On my last day in Ghana, I drove to Kokrobite, a fishing village about 18km from Accra. When I got to the beach, there was a big haul of fish that had just been offloaded from the canoe. I saw a caucasian woman, late twenties, negotiating a sale with one of the fishermen. I moved closer to pay attention to the sale. Arizona native, she said, and had been in Ghana for three years. I have a negotiating rule, and it has rarely failed me. In transactions of this type, I pay half of what the foreigners pay. This is not racism, it’s market intelligence. I wring it out of the seller. Only this time it did not work. After considering the quantity that Ms. Arizona desired, the seller called out the price, 220 thousand. “Aah! ejala wa chohn,” Ms. Arizona shot back in perfect Ga, without any self-awareness or cuteness. Impressed, I asked her how and why she picked up the language so quickly, and she said she lived with a family that encouraged her to speak Ga, and felt the way to understand the culture and function in it was to embed herself, language included. She closed the transaction at 120, near the 50% rule. When I said “Bye,” she replied in Ga, “Yaa wo odjogbaa.” Let’s hope Ms. Arizona’s gesture of cultural acceptance would be an inspiration to all Ghanaian youth, who will be the community and business leaders of tomorrow.

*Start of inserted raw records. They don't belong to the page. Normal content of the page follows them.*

package demobasin

import (
	"context"
	"fmt"
	"math"
	"testing"

	"ridgeflank/geo"
)

// residual evaluates residual depth over the basin, with or without the sediment correction.
func residual(t *testing.T, b *Basin, withSediment bool) *geo.Grid {
	t.Helper()
	in := geo.Inputs{Age: b.Age, Depth: b.Elevation, DepthSense: ElevationSense, Model: Model()}
	if withSediment {
		in.Sediment = b.Sediment
		in.Compaction = Compaction()
	}
	res, err := geo.Evaluate(context.Background(), in, geo.OutResidualDepth)
	if err != nil {
		t.Fatal(err)
	}
	return res.ResidualDepthM
}

// awayFromFeatures reports whether a cell is clear of the seamounts (4 radii) and fracture-zone
// troughs (4 widths), where the residual holds only the swell and noise.
func awayFromFeatures(lon, lat float64) bool {
	for _, s := range Seamounts() {
		if DistanceKm(lon, lat, s.Lon, s.Lat) < 4*s.RadiusKm {
			return false
		}
	}
	for _, tl := range TransformLats() {
		if math.Abs(lat-tl)*math.Pi/180*EarthRadiusKm < 4*FractureZoneWidthKm {
			return false
		}
	}
	return true
}

var defaultBasin *Basin

// clearMask marks the cells of g's lattice that are awayFromFeatures.
func clearMask(g *geo.Grid) []bool {
	m := make([]bool, g.NX*g.NY)
	for r := 0; r < g.NY; r++ {
		for c := 0; c < g.NX; c++ {
			m[r*g.NX+c] = awayFromFeatures(g.Lon(c), g.Lat(r))
		}
	}
	return m
}

func basin(t *testing.T) *Basin {
	t.Helper()
	if defaultBasin == nil {
		b, err := Generate(Options{})
		if err != nil {
			t.Fatal(err)
		}
		defaultBasin = b
	}
	return defaultBasin
}

func TestGenerateLattice(t *testing.T) {
	b := basin(t)
	for name, g := range map[string]*geo.Grid{"age": b.Age, "elevation": b.Elevation, "sediment": b.Sediment} {
		t.Run(name, func(t *testing.T) {
			if g.NX != 600 || g.NY != 500 || g.Registration != geo.CellCentre {
				t.Fatalf("%d×%d %v, want 600×500 cell-centre", g.NX, g.NY, g.Registration)
			}
			bd := g.Bounds()
			if math.Abs(bd.Min[0]-WestLon) > 1e-9 || math.Abs(bd.Max[0]-EastLon) > 1e-9 ||
				math.Abs(bd.Min[1]-SouthLat) > 1e-9 || math.Abs(bd.Max[1]-NorthLat) > 1e-9 {
				t.Fatalf("bounds %v, want %g..%g, %g..%g", bd, WestLon, EastLon, SouthLat, NorthLat)
			}
			for i, v := range g.Data {
				if math.IsNaN(float64(v)) {
					t.Fatalf("cell %d has no data", i)
				}
			}
		})
	}
	t.Run("elevation is negative down", func(t *testing.T) {
		if s, frac := geo.DetectVerticalSense(b.Elevation); s != geo.ElevationPositiveUp || frac != 1 {
			t.Fatalf("sense %v with %g negative, want elevation, all negative", s, frac)
		}
	})
}

func TestAge(t *testing.T) {
	// Worked by hand: at (−140, −30) the ridge segment is at −136.5 (west flank, 25 km/Myr);
	// the distance to its meridian is R·asin(cos 30°·sin 3.5°) = 6371·asin(0.866025·0.061049)
	// = 6371 × 0.052895 = 336.99 km, so the age is 13.48 Ma.
	cases := []struct {
		name     string
		lon, lat float64
		want     float64
		tol      float64
	}{
		{"west flank", -140, -30, 13.48, 0.01},
		{"on the ridge", -136.5, -30, 0, 1e-9},
		// east flank, 35 km/Myr: 6371·asin(cos 30°·sin 6.5°)/35 = 6371·asin(0.866025·0.113203)/35
		// = 6371 × 0.098195 / 35 = 17.87 Ma
		{"east flank", -130, -30, 17.87, 0.01},
	}
	for _, tc := range cases {
		t.Run(tc.name, func(t *testing.T) {
			if got := AgeMa(tc.lon, tc.lat); math.Abs(got-tc.want) > tc.tol {
				t.Fatalf("age %g Ma, want %g ± %g", got, tc.want, tc.tol)
			}
		})
	}
	t.Run("fracture-zone age step", func(t *testing.T) {
		// Across the transform at −26° the ridge jumps from −134 (north) to −136.5 (south):
		// at −145 the age steps by the extra 2.5° of distance over 25 km/Myr. By hand, at
		// −25.99°: asin(cos 25.99°·sin 11°) = asin(0.898870·0.190809) = 0.172364 rad; at
		// −26.01°: asin(cos 26.01°·sin 8.5°) = asin(0.898718·0.147809) = 0.133231 rad; the
		// difference 0.039133 rad × 6371 km = 249.3 km over 25 km/Myr is 9.97 Ma.
		north, south := AgeMa(-145, -25.99), AgeMa(-145, -26.01)
		if step := north - south; math.Abs(step-9.97) > 0.02 {
			t.Fatalf("age step %g Ma (north %g, south %g), want 9.97 ± 0.02", step, north, south)
		}
	})
}

func TestDeterminism(t *testing.T) {
	a := basin(t)
	b, err := Generate(Options{Seed: DefaultSeed})
	if err != nil {
		t.Fatal(err)
	}
	if a.Hash() != b.Hash() {
		t.Fatal("same seed gave different grids")
	}
	c, err := Generate(Options{Seed: 2})
	if err != nil {
		t.Fatal(err)
	}
	if a.Hash() == c.Hash() {
		t.Fatal("different seeds gave the same grids")
	}
	// Only the noise depends on the seed.
	if a.Age.Data[1234] != c.Age.Data[1234] || a.Sediment.Data[1234] != c.Sediment.Data[1234] {
		t.Fatal("age or sediment depend on the seed")
	}
}

// TestSwellRecovery: residual depth recovers the injected swell. Tolerances (common practice,
// no source): amplitude within 15% of SwellAmplitudeM, centre within 0.5°, after masking the
// seamounts and fracture zones and smoothing with a 5×5-cell (0.25°) box mean, which lowers the
// 300 km swell's peak by under 0.1% and the 20 m noise to about 4 m.
func TestSwellRecovery(t *testing.T) {
	b := basin(t)
	res := residual(t, b, true)
	nx, ny := res.NX, res.NY
	clear := clearMask(res)
	var best float64 = math.Inf(-1)
	var bestLon, bestLat float64
	for r := 2; r < ny-2; r++ {
		for c := 2; c < nx-2; c++ {
			var sum float64
			var n int
			for dr := -2; dr <= 2; dr++ {
				for dc := -2; dc <= 2; dc++ {
					if !clear[(r+dr)*nx+c+dc] {
						continue
					}
					if v := res.At(c+dc, r+dr); !math.IsNaN(float64(v)) {
						sum += float64(v)
						n++
					}
				}
			}
			if n < 20 {
				continue
			}
			if m := sum / float64(n); m > best {
				best, bestLon, bestLat = m, res.Lon(c), res.Lat(r)
			}
		}
	}
	t.Logf("peak residual %.1f m at %.3f, %.3f (injected %g m at %g, %g)", best, bestLon, bestLat, SwellAmplitudeM, SwellCentreLon, SwellCentreLat)
	if math.Abs(best-SwellAmplitudeM) > 0.15*SwellAmplitudeM {
		t.Errorf("peak residual %.1f m, want %g ± 15%%", best, SwellAmplitudeM)
	}
	if math.Abs(bestLon-SwellCentreLon) > 0.5 || math.Abs(bestLat-SwellCentreLat) > 0.5 {
		t.Errorf("peak at %.3f, %.3f, want within 0.5° of %g, %g", bestLon, bestLat, SwellCentreLon, SwellCentreLat)
	}
	// Far from every injected feature the residual is noise around zero: mean within 5 m,
	// standard deviation within 20% of the injected noise (common practice, no source).
	var sum, sum2 float64
	var n int
	for r := 0; r < ny; r++ {
		for c := 0; c < nx; c++ {
			lon, lat := res.Lon(c), res.Lat(r)
			if !clear[r*nx+c] || DistanceKm(lon, lat, SwellCentreLon, SwellCentreLat) < 3*SwellRadiusKm {
				continue
			}
			v := float64(res.At(c, r))
			sum += v
			sum2 += v * v
			n++
		}
	}
	mean := sum / float64(n)
	std := math.Sqrt(sum2/float64(n) - mean*mean)
	t.Logf("background residual over %d cells: mean %.2f m, std %.2f m", n, mean, std)
	if math.Abs(mean) > 5 || math.Abs(std-DefaultNoiseStdM) > 0.2*DefaultNoiseStdM {
		t.Errorf("background residual mean %.2f m, std %.2f m; want 0 ± 5 and %g ± 20%%", mean, std, DefaultNoiseStdM)
	}
}

func TestSeamountRecovery(t *testing.T) {
	// The residual's maximum within 0.1° of each seamount is its height within 10%: a cell
	// centre may sit up to 0.025° (2.8 km) from the summit, lowering a 13 km-radius cone by
	// up to 4%, plus noise (tolerance common practice, no source).
	b := basin(t)
	res := residual(t, b, true)
	for _, s := range Seamounts() {
		t.Run(s.Name, func(t *testing.T) {
			best := math.Inf(-1)
			for r := 0; r < res.NY; r++ {
				for c := 0; c < res.NX; c++ {
					if math.Abs(res.Lon(c)-s.Lon) <= 0.1 && math.Abs(res.Lat(r)-s.Lat) <= 0.1 {
						best = math.Max(best, float64(res.At(c, r)))
					}
				}
			}
			if math.Abs(best-s.HeightM) > 0.1*s.HeightM {
				t.Fatalf("peak residual %.0f m, want %g ± 10%%", best, s.HeightM)
			}
		})
	}
}

// TestSedimentSignalRemoved: before the sediment correction the residual follows the sediment
// (loading raises the seafloor, so the correlation is POSITIVE under the convention positive =
// shallower; want r > 0.8); after it the correlation is near zero (|r| < 0.05). Cells near the
// swell (3 radii), seamounts and fracture zones are left out, so the residual holds the
// sediment effect and noise only (thresholds common practice, no source).
func TestSedimentSignalRemoved(t *testing.T) {
	b := basin(t)
	before := residual(t, b, false)
	after := residual(t, b, true)
	corr := func(g *geo.Grid) float64 {
		var sx, sy, sxx, syy, sxy, n float64
		for r := 0; r < g.NY; r++ {
			for c := 0; c < g.NX; c++ {
				lon, lat := g.Lon(c), g.Lat(r)
				if !awayFromFeatures(lon, lat) || DistanceKm(lon, lat, SwellCentreLon, SwellCentreLat) < 3*SwellRadiusKm {
					continue
				}
				x, y := float64(b.Sediment.At(c, r)), float64(g.At(c, r))
				sx += x
				sy += y
				sxx += x * x
				syy += y * y
				sxy += x * y
				n++
			}
		}
		cov := sxy/n - sx/n*sy/n
		return cov / math.Sqrt((sxx/n-sx/n*sx/n)*(syy/n-sy/n*sy/n))
	}
	rb, ra := corr(before), corr(after)
	t.Logf("correlation of sediment thickness with residual: before correction %.3f, after %.3f", rb, ra)
	if !(rb > 0.8) {
		t.Errorf("before correction r = %.3f, want > 0.8", rb)
	}
	if !(math.Abs(ra) < 0.05) {
		t.Errorf("after correction r = %.3f, want |r| < 0.05", ra)
	}
}

func TestOptionsErrors(t *testing.T) {
	cases := []struct {
		name string
		opt  Options
	}{
		{"too fine", Options{CellDeg: 0.001}},
		{"too coarse", Options{CellDeg: 1}},
		{"not dividing the footprint", Options{CellDeg: 0.07}},
		{"too much noise", Options{NoiseStdM: 5000}},
	}
	for _, tc := range cases {
		t.Run(tc.name, func(t *testing.T) {
			if _, err := Generate(tc.opt); err == nil {
				t.Fatal("no error")
			}
		})
	}
}

func BenchmarkGenerate(b *testing.B) {
	b.ReportAllocs()
	for b.Loop() {
		if _, err := Generate(Options{}); err != nil {
			b.Fatal(err)
		}
	}
}

func ExampleGenerate() {
	b, err := Generate(Options{})
	if err != nil {
		fmt.Println(err)
		return
	}
	fmt.Printf("%s: %d × %d cells of %g°, elevation stored as %s\n", Title, b.Age.NX, b.Age.NY, b.CellDeg, ElevationSense)
	// Output: Quillon Basin (SYNTHETIC): 600 × 500 cells of 0.05°, elevation stored as elevation
}

// TestAgeSigma: the invented age uncertainty follows its documented rule (AgeSigmaBaseMa +
// AgeSigmaFraction·age away from fracture zones) and is largest across a fracture zone, so the
// demo shows uncertainty bands that widen where the age picks are least certain.
func TestAgeSigma(t *testing.T) {
	b := basin(t)
	g, a := b.AgeSigma, b.Age
	tl := TransformLats()
	var onFZ, offFZ float64
	for r := 0; r < g.NY; r++ {
		lat := g.Lat(r)
		near := math.Inf(1)
		for _, l := range tl {
			near = math.Min(near, math.Abs(lat-l)*math.Pi/180*EarthRadiusKm)
		}
		for c := 0; c < g.NX; c += 7 {
			i := r*g.NX + c
			age, sig := float64(a.Data[i]), float64(g.Data[i])
			if math.IsNaN(age) != math.IsNaN(sig) {
				t.Fatalf("cell %d: age %g but sigma %g: both or neither must be missing", i, age, sig)
			}
			if math.IsNaN(age) {
				continue
			}
			if near > 6*FractureZoneWidthKm {
				want := AgeSigmaBaseMa + AgeSigmaFraction*age
				if math.Abs(sig-want) > 1e-3 { // float32 storage; the fracture-zone term is < 1e-15 Ma here
					t.Fatalf("lat %g age %g: sigma %g, want %g", lat, age, sig, want)
				}
				offFZ = math.Max(offFZ, sig-AgeSigmaFraction*age)
			}
			if near < FractureZoneWidthKm/4 {
				onFZ = math.Max(onFZ, sig-AgeSigmaFraction*age)
			}
		}
	}
	if !(onFZ > offFZ+0.8*AgeSigmaFractureZoneMa) {
		t.Errorf("sigma beyond the age term: %g on a fracture zone, %g away; want the zone %g Ma higher", onFZ, offFZ, AgeSigmaFractureZoneMa)
	}
}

POSTSCRIPT: Two weeks ago, as this article got ready for publication, I asked a friend, Robert Awuah of Atlanta, Georgia. for editorial input. He had to put me on hold as he explained something to his twelve year old son, in Twi. It was homework time with his son, he told me. I asked him what he thought of the theme of this article, and he shared his own experience on this topic. A few years ago he and his son stayed with a friend in Ghana, and discovered that his friend’s children did not speak Twi. Robert’s son had to teach the lads how to speak twi. In Atlanta, Robert speaks only twi in Ghanaian formal gatherings. Ironically, he said, it is those less equipped than he, who criticize him for not communicating in English. He reminds them that as a college professor, he works exclusively in English, and that should be enough English.

By Lankai Lamptey, Toronto

Views expressed by the author(s) do not necessarily reflect those of GhanaHomePage.